Kim a reconnu l’impact des sanctions internationales imposées à Pyongyang sur ses programmes d’armement, mais a précisé que le Nord était prêt à payer le prix pour préserver sa capacité nucléaire.
« Les États-Unis soulèvent des demandes contraires aux intérêts fondamentaux de notre État et adoptent une attitude de brigand », a déclaré KCNA.
Washington a « mené des dizaines de petits et grands exercices militaires conjoints que son président a personnellement promis d’arrêter » et a envoyé du matériel militaire de haute technologie dans le Sud, a-t-il dit.
– «Poulet géopolitique» –
Depuis des mois, Pyongyang réclame l’assouplissement des sanctions internationales imposées sur ses programmes de missiles nucléaires et balistiques, tandis que Washington insiste pour qu’il prenne des mesures plus tangibles pour y renoncer.
« La Corée du Nord a, en effet, mis un ICBM à la tête de Donald Trump afin d’obtenir les deux concessions qu’elle souhaite le plus: un allégement des sanctions et une sorte de garantie de sécurité », a déclaré Harry Kazianis du Center for the National Interest à Washington.
« Kim Jong-un joue un jeu dangereux de poulet géopolitique », a-t-il ajouté.
La stratégie était risquée, a-t-il dit, car Washington était susceptible de répondre par « plus de sanctions, une présence militaire accrue en Asie de l’Est et plus de menaces de style feu et fureur provenant du compte Twitter de Donald Trump ».
Les commentaires sur le moratoire de Kim étaient « inquiétants », a déclaré Leif-Eric Easley de l’Université Ewha à Séoul, mais a ajouté qu’il pourrait chercher à « obtenir des concessions en s’approchant de la ligne rouge de Trump sans la franchir ».
Les États-Unis ont déjà indiqué qu’ils réagiraient si le Nord procédait à un essai de missile à longue portée.
S’adressant à Fox News et à CBS après l’annonce de Kim, Pompeo a déclaré qu’une reprise des essais nucléaires et de missiles serait « profondément décevante ».
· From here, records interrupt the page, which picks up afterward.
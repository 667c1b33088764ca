"""reportgen: order-of-integration and spurious-regression diagnostics as a verifiable dossier.

The command line (``reportgen run MANIFEST --out DIR``) and notebooks share one pipeline,
:func:`reportgen.runner.run`; notebooks call :func:`reportgen.run`.
The statistics in :mod:`reportgen.stats` can be used on their own.
"""

from typing import Any

__version__ = "0.1.0"
__all__ = ["__version__", "run"]


def __getattr__(name: str) -> Any:
    """``reportgen.run`` is imported on first use, so ``reportgen --version`` stays light."""
    if name == "run":
        from reportgen.api import run

        return run
    raise AttributeError(f"module 'reportgen' has no attribute {name!r}")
« Nous espérons que le président Kim suivra une voie différente … qu’il choisira la paix et la prospérité plutôt que les conflits et la guerre », a déclaré Pompeo.
« Nous voulons la paix, pas la confrontation », a-t-il ajouté, le ministère de l’unification de Séoul ajoutant qu’un test d’arme stratégique « n’aiderait pas les négociations de dénucléarisation ».
Trump lui-même était émollient, affirmant qu’il pensait que Kim était « un homme de parole » et qu’à leur sommet de Singapour, « nous avons signé un contrat, parlant de dénucléarisation ».
Le secrétaire général de l’ONU, Antonio Guterres, a exprimé sa profonde préoccupation face à l’annonce de la Corée du Nord et « espère vivement que les tests ne reprendront pas », a déclaré son porte-parole.
« La non-prolifération reste un pilier fondamental de la sécurité nucléaire mondiale », a-t-il ajouté.
Un lancement de l’ICBM serait susceptible de frustrer la Chine, principal bailleur de fonds diplomatique et fournisseur de commerce et d’aide du Nord, qui met toujours l’accent sur la stabilité dans une région qu’elle considère comme sa propre arrière-cour.